Given the scope of the economic and socio-physical paradigm of active aging, better cohorts of older people can avert the challenges and lower the economic impacts through healthy aging. Similarly, there is a higher risk of age-related disability, but there is a scope for active and independent aging with better policies and programs. Thus, the aim of the policy-making should be to extend the benefits of the increase in life expectancy. Moreover, the priority should also be on building such initiatives that can minimize the challenges of productivity and social security of aging.

The aging process is modifiable, and older adults can live longer with good health (Christensen et al., 2009). Behavioral changes and timely policy interventions can mitigate the economic challenges of aging (Angeloni and Borgonovi, 2016). Therefore, the focus should be on age–setting priorities that can minimize the aging challenges through independence and increasing autonomy. While there is already a focus on health and social security, policies must prioritize economic settings that can minimize the aging burden in India.

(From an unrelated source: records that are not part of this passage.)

package build

import (
	"fmt"
	"slices"

	"batchwright/bom/document"
	"batchwright/bom/part"
)

// Fitting is what an opening is filled with.
type Fitting struct {
	Family    string
	Tolerance float64 // 0 where the family is not sold by tolerance
	Worth
	Part part.Part
}

// Fittings lists everything an opening may be filled with, in the order in
// which the build file names families, values and tolerances.
func (b *Build) Fittings(o Opening) []Fitting {
	var list []Fitting
	values := o.Values
	if len(values) == 0 {
		values = []Worth{b.written(o)}
	}
	for _, name := range o.Families {
		family, _ := b.Families.Family(name)
		for _, value := range values {
			for _, tolerance := range o.grades(family) {
				if p, err := b.place(o, family, value, tolerance); err == nil {
					list = append(list, Fitting{name, tolerance, value, p})
				}
			}
		}
	}
	return list
}

// written is what an opening's part is said to be worth.
func (b *Build) written(o Opening) Worth {
	p := b.Place(o.Positions[0])
	if len(p.Part.Parameters) == 0 {
		return Worth{}
	}
	return Worth{p.Part.Parameters[0].Value, p.Part.Main().Value, p.Quantity}
}

// grades are the tolerances an opening leaves open that a family is sold in.
func (o Opening) grades(f *part.Family) []float64 {
	if len(f.Grades) == 0 {
		return []float64{0}
	}
	var list []float64
	for _, g := range f.Grades {
		if len(o.Tolerances) == 0 || slices.ContainsFunc(o.Tolerances, func(t float64) bool { return sameTolerance(t, g.Tolerance) }) {
			list = append(list, g.Tolerance)
		}
	}
	return list
}

func sameTolerance(a, b float64) bool { return a-b <= 1e-9*b && b-a <= 1e-9*b }

// place makes the part that fills an opening: the family's figures, and what
// else the file writes on it.
func (b *Build) place(o Opening, f *part.Family, w Worth, tolerance float64) (part.Part, error) {
	written := b.Place(o.Positions[0])
	what := bought{tolerance: tolerance}
	if f.HasValue() {
		what.low, what.high = w.Low, w.High
	}
	p, err := what.fit(o.Type, written.Part.Ref, f)
	if err != nil {
		return part.Part{}, err
	}
	p.LotsMixed = written.Part.LotsMixed
	if o.node.Get("rated") != nil {
		p.Rated = written.Part.Rated
	}
	for _, position := range o.Positions {
		if b.Place(position).strained(p.Rated) {
			return part.Part{}, fmt.Errorf("%s is above the rated voltage of %s", position, f.Name)
		}
	}
	var faults document.Faults // none: the node was checked when it was read
	for i := range p.Parameters {
		q := &p.Parameters[i]
		grade, absolute := q.Tolerance, q.Absolute
		part.ReadScatter(&faults, o.node, q.Unit, &q.Scatter)
		q.Tolerance, q.Absolute = grade, absolute
		part.ReadBias(&faults, o.node, &q.Scatter)
	}
	return p, nil
}

// Fit is the build with openings filled; choice holds a fitting for each
// opening. The original is left as it was.
func (b *Build) Fit(choice []Fitting) (*Build, error) {
	if len(choice) != len(b.Openings) {
		return nil, fmt.Errorf("build: %d fittings for %d openings", len(choice), len(b.Openings))
	}
	out := *b
	out.Openings = nil
	out.Stages = make([]*Stage, len(b.Stages))
	for i, s := range b.Stages {
		own := *s
		own.Places = slices.Clone(s.Places)
		out.Stages[i] = &own
	}
	for i, o := range b.Openings {
		for _, position := range o.Positions {
			p := out.Place(position)
			ref := p.Part.Ref
			p.Part = choice[i].Part
			p.Part.Parameters = slices.Clone(choice[i].Part.Parameters)
			p.Part.Ref = ref
			p.Quantity = choice[i].Text
		}
	}
	return &out, nil
}
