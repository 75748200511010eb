package build

import (
	"fmt"
	"slices"
)

// Drifting are the outputs whose drift matters: those whose change a target
// limits, or that the last trim sets where no target does.
func (b *Build) Drifting() []OutputName {
	var list []OutputName
	for _, t := range b.Targets {
		if t.Trim < 0 && t.ChangeFrom >= 0 && !slices.Contains(list, t.Output) {
			list = append(list, t.Output)
		}
	}
	if n := len(b.Trims); len(list) == 0 && n > 0 {
		list = append(list, b.Trims[n-1].Output)
	}
	return list
}

// Sweep is the build with a condition added for each value of a variable, the
// rest as in the reference, and one target that asks how an output changes
// from the reference to them. The values are as conditions hold them: degrees
// Celsius, fractions, seconds.
func (b *Build) Sweep(output OutputName, variable string, values []float64) (*Build, error) {
	v := b.variable(variable)
	s := b.Stage(output.Stage)
	if v < 0 || s == nil {
		return nil, fmt.Errorf("build: no variable %q or no stage %q", variable, output.Stage)
	}
	o, ok := s.output(output.Output)
	if !ok {
		return nil, fmt.Errorf("build: no output %s", output)
	}
	out := *b
	out.Conditions = slices.Clone(b.Conditions)
	target := Target{Name: "sweep", Output: output, Unit: o.Unit, Trim: -1, ChangeFrom: 0}
	for _, x := range values {
		at := slices.Clone(b.Conditions[0].Values)
		at[v] = x
		target.At = append(target.At, len(out.Conditions))
		out.Conditions = append(out.Conditions, Condition{fmt.Sprintf("%s %g", variable, x), at})
	}
	out.Targets = []Target{target}
	return &out, nil
}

With the increasing share of the aging population in India, health challenges may be less severe than the challenges of social security and economic well-being. Policies must prioritize such pushes only, which can lower the aging burden in the Indian context. Policy-making for the elderly in India is pivotal since a large chunk of the population is falling into older age groups, given the large increase in population aging. Therefore, the intervention for aging populations are required to be widened to focus not only on health and social security but also on the economic challenges of labor market composition and sustainable economic outcomes.

While the broad focus of active aging is on health outcomes, initiatives must be taken to study the economic and social dimensions. Hardly economic dimensions are covered through the active aging research, which is a serious concern, given the different natures of aging market in poorer countries. Hence, fostering the challenges of the economic dimension needs special attention to aging measures.

To sum up, it is essential to identify the potential of the older population not only in social aspects but also in economic aspects of how the elderly can sustain to maintain the long-term growth of populations. Since the idea was to identify the challenges of aging in India, policy aims must be set for vulnerable groups to identify the problems in active aging in India.

Limitations

A separate analysis by gender can provide a more thorough approach toward the socioeconomic dimension of aging in India.

More thorough measures of poverty can provide a significant approach as well as thorough analysis of aging dimensions, which can be addressed in future studies.

Since the survey does not include a broad dimension of economic aspects, economic dimensions may not be that reliable.

A better methodology can be significant as adopted by the recent studies involving multiple approaches.

Conclusion

The present study examined the socio-economic and health challenges of healthy aging in India, given that socio-economic and health challenges are more concerned and can be addressed through policy settings. With the aging population likely achieving a significant pace in India, averting the economic impact should be critical for policy-makers to address in the healthy aging context. Therefore, investments in health and labor market incentives should be a priority in the early stages to achieve the optimal level of healthy aging outcomes in India. Moreover, investment-generating resources are required to address the challenges of healthy aging to overcome the future economic adversities in India.